__Supplied entries__
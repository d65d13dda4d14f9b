//! Reading a pumping-test file: a small YAML file for the borehole that names one CSV record
//! per test. Every problem is reported as `FILE:LINE:COLUMN: field: what is wrong; what is
//! right`; readings that are left out (a blank reading, a reading before pumping started)
//! are listed as notes, never dropped silently.

use std::collections::BTreeMap;
use std::path::{Path, PathBuf};

use serde::Deserialize;

use crate::error::Problem;
use crate::scheme::load::{LineMap, describe_serde_error};

/// Largest pumping-test file (YAML or CSV) read, bytes.
pub const MAX_FILE_BYTES: u64 = 20 * 1024 * 1024;
/// Most readings in one CSV record.
pub const MAX_ROWS: usize = 200_000;

/// Problems found in the pumping-test files, each with its file.
#[derive(Debug, Clone, Default)]
pub struct PumpTestError {
    pub problems: Vec<(String, Problem)>,
}

impl std::fmt::Display for PumpTestError {
    fn fmt(&self, f: &mut std::fmt::Formatter<'_>) -> std::fmt::Result {
        let n = self.problems.len();
        writeln!(
            f,
            "pumping test: {n} problem{} found",
            if n == 1 { "" } else { "s" }
        )?;
        for (file, p) in &self.problems {
            write!(f, "  {}", located(file, p))?;
            writeln!(f)?;
        }
        Ok(())
    }
}

impl std::error::Error for PumpTestError {}

/// `file:line:col: field: message`.
pub fn located(file: &str, p: &Problem) -> String {
    let mut s = file.to_string();
    if let Some(l) = p.line {
        s.push_str(&format!(":{l}"));
        if let Some(c) = p.column {
            s.push_str(&format!(":{c}"));
        }
    }
    s.push_str(": ");
    if !p.field.is_empty() {
        s.push_str(&p.field);
        s.push_str(": ");
    }
    s.push_str(&p.message);
    s
}

#[derive(Debug, Clone, Deserialize)]
#[serde(deny_unknown_fields)]
struct RawFile {
    borehole: RawBorehole,
    tests: Vec<RawTest>,
    #[serde(default)]
    analysis: RawAnalysis,
}

#[derive(Debug, Clone, Deserialize)]
#[serde(deny_unknown_fields)]
struct RawBorehole {
    name: String,
    diameter_mm: f64,
    static_water_level_m: f64,
    pump_intake_depth_m: f64,
    submergence_margin_m: Option<f64>,
    datum_above_ground_m: Option<f64>,
    depth_m: Option<f64>,
    screen_top_m: Option<f64>,
    screen_bottom_m: Option<f64>,
}

#[derive(Debug, Clone, Deserialize)]
#[serde(deny_unknown_fields)]
struct RawTest {
    name: String,
    kind: String,
    file: String,
}

#[derive(Debug, Clone, Default, Deserialize)]
#[serde(deny_unknown_fields)]
struct RawAnalysis {
    pumping_days: Option<f64>,
    max_fraction_of_tested: Option<f64>,
    step_elapsed_min: Option<f64>,
}

/// The borehole as the test file describes it, SI units, depths below ground.
#[derive(Debug, Clone, PartialEq, serde::Serialize)]
pub struct Borehole {
    pub name: String,
    pub diameter_m: f64,
    /// Static water level below ground, m.
    pub static_depth_m: f64,
    /// Pump intake below ground, m.
    pub intake_depth_m: f64,
    /// Water kept above the intake, m.
    pub submergence_margin_m: f64,
    /// Height of the measuring point (datum) above ground, m.
    pub datum_above_ground_m: f64,
    pub depth_m: Option<f64>,
    pub screen_top_m: Option<f64>,
    pub screen_bottom_m: Option<f64>,
}

/// Analysis settings, with the defaults stated in the README.
#[derive(Debug, Clone, PartialEq, serde::Serialize)]
pub struct Settings {
    /// Days of continuous pumping for the safe-yield drawdown check.
    pub pumping_days: f64,
    /// Cap on the safe yield as a fraction of the tested rate.
    pub max_fraction_of_tested: f64,
    /// Common elapsed time in every step for Hantush–Bierschenk, s (None: the longest common).
    pub step_elapsed_s: Option<f64>,
}

/// Default days of continuous pumping in the safe-yield rule.
pub const DEFAULT_PUMPING_DAYS: f64 = 30.0;
/// Default cap on the safe yield: this fraction of the tested rate (common practice 0.6–0.8).
pub const DEFAULT_MAX_FRACTION: f64 = 0.7;
/// Default water kept above the intake, m (the scheme file's default).
pub const DEFAULT_SUBMERGENCE_M: f64 = 3.0;

/// Kind of test.
#[derive(Debug, Clone, Copy, PartialEq, Eq, serde::Serialize)]
#[serde(rename_all = "snake_case")]
pub enum TestKind {
    Step,
    ConstantRate,
}

/// One reading, drawdown already relative to the well's rest level.
#[derive(Debug, Clone, Copy, PartialEq, serde::Serialize)]
pub struct Reading {
    /// Time since pumping started, s.
    pub time_s: f64,
    /// Drawdown below the rest level, m.
    pub drawdown_m: f64,
    /// Line in the CSV file.
    pub line: usize,
}

/// The readings of one well in one test.
#[derive(Debug, Clone, PartialEq, serde::Serialize)]
pub struct WellRecord {
    /// Distance from the pumped well, m; None for the pumped well itself.
    pub distance_m: Option<f64>,
    pub readings: Vec<Reading>,
}

/// One test: its pumping schedule and the wells read.
#[derive(Debug, Clone, PartialEq, serde::Serialize)]
pub struct TestRecord {
    pub name: String,
    pub kind: TestKind,
    /// The CSV file as named in the YAML file.
    pub file: String,
    /// Rate changes: (time s, rate m³/s from then on, line), in time order.
    pub schedule: Vec<(f64, f64, usize)>,
    pub wells: Vec<WellRecord>,
    /// Column names of the CSV, which carry the units.
    pub columns: Vec<String>,
}

/// A pumping-test file read and checked.
#[derive(Debug, Clone, PartialEq)]
pub struct PumpTest {
    /// The YAML file as the user named it.
    pub label: String,
    pub borehole: Borehole,
    pub settings: Settings,
    pub tests: Vec<TestRecord>,
    /// Readings left out and other handling the user should see.
    pub notes: Vec<String>,
    /// Every file read, (name as given, bytes), the YAML first, for embedding.
    pub files: Vec<(String, Vec<u8>)>,
}

fn read_limited(path: &Path) -> std::io::Result<Vec<u8>> {
    let meta = std::fs::metadata(path)?;
    if meta.len() > MAX_FILE_BYTES {
        return Err(std::io::Error::other(format!(
            "the file has {} bytes; a pumping-test file may have at most {MAX_FILE_BYTES}",
            meta.len()
        )));
    }
    std::fs::read(path)
}

fn problem(field: &str, line: Option<usize>, column: Option<usize>, message: String) -> Problem {
    Problem {
        field: field.to_string(),
        line,
        column,
        message,
    }
}

/// Reads a pumping-test YAML file and the CSV records it names (relative to its folder).
pub fn load_file(path: &Path) -> Result<PumpTest, PumpTestError> {
    let label = path.display().to_string();
    let bytes = read_limited(path).map_err(|e| PumpTestError {
        problems: vec![(
            label.clone(),
            problem("", None, None, format!("cannot read the file: {e}")),
        )],
    })?;
    let base = path.parent().map(Path::to_path_buf).unwrap_or_default();
    load_bytes(&bytes, &label, &base, &|name: &str| {
        let p: PathBuf = base.join(name);
        read_limited(&p).map_err(|e| e.to_string())
    })
}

__What this task involves__
Filter the entries down to the lines that include the string "Result".

__Solution to the exercise__
    fn fmt(&self, f: &mut std::fmt::Formatter<'_>) -> std::fmt::Result {
fn read_limited(path: &Path) -> std::io::Result<Vec<u8>> {
pub fn load_file(path: &Path) -> Result<PumpTest, PumpTestError> {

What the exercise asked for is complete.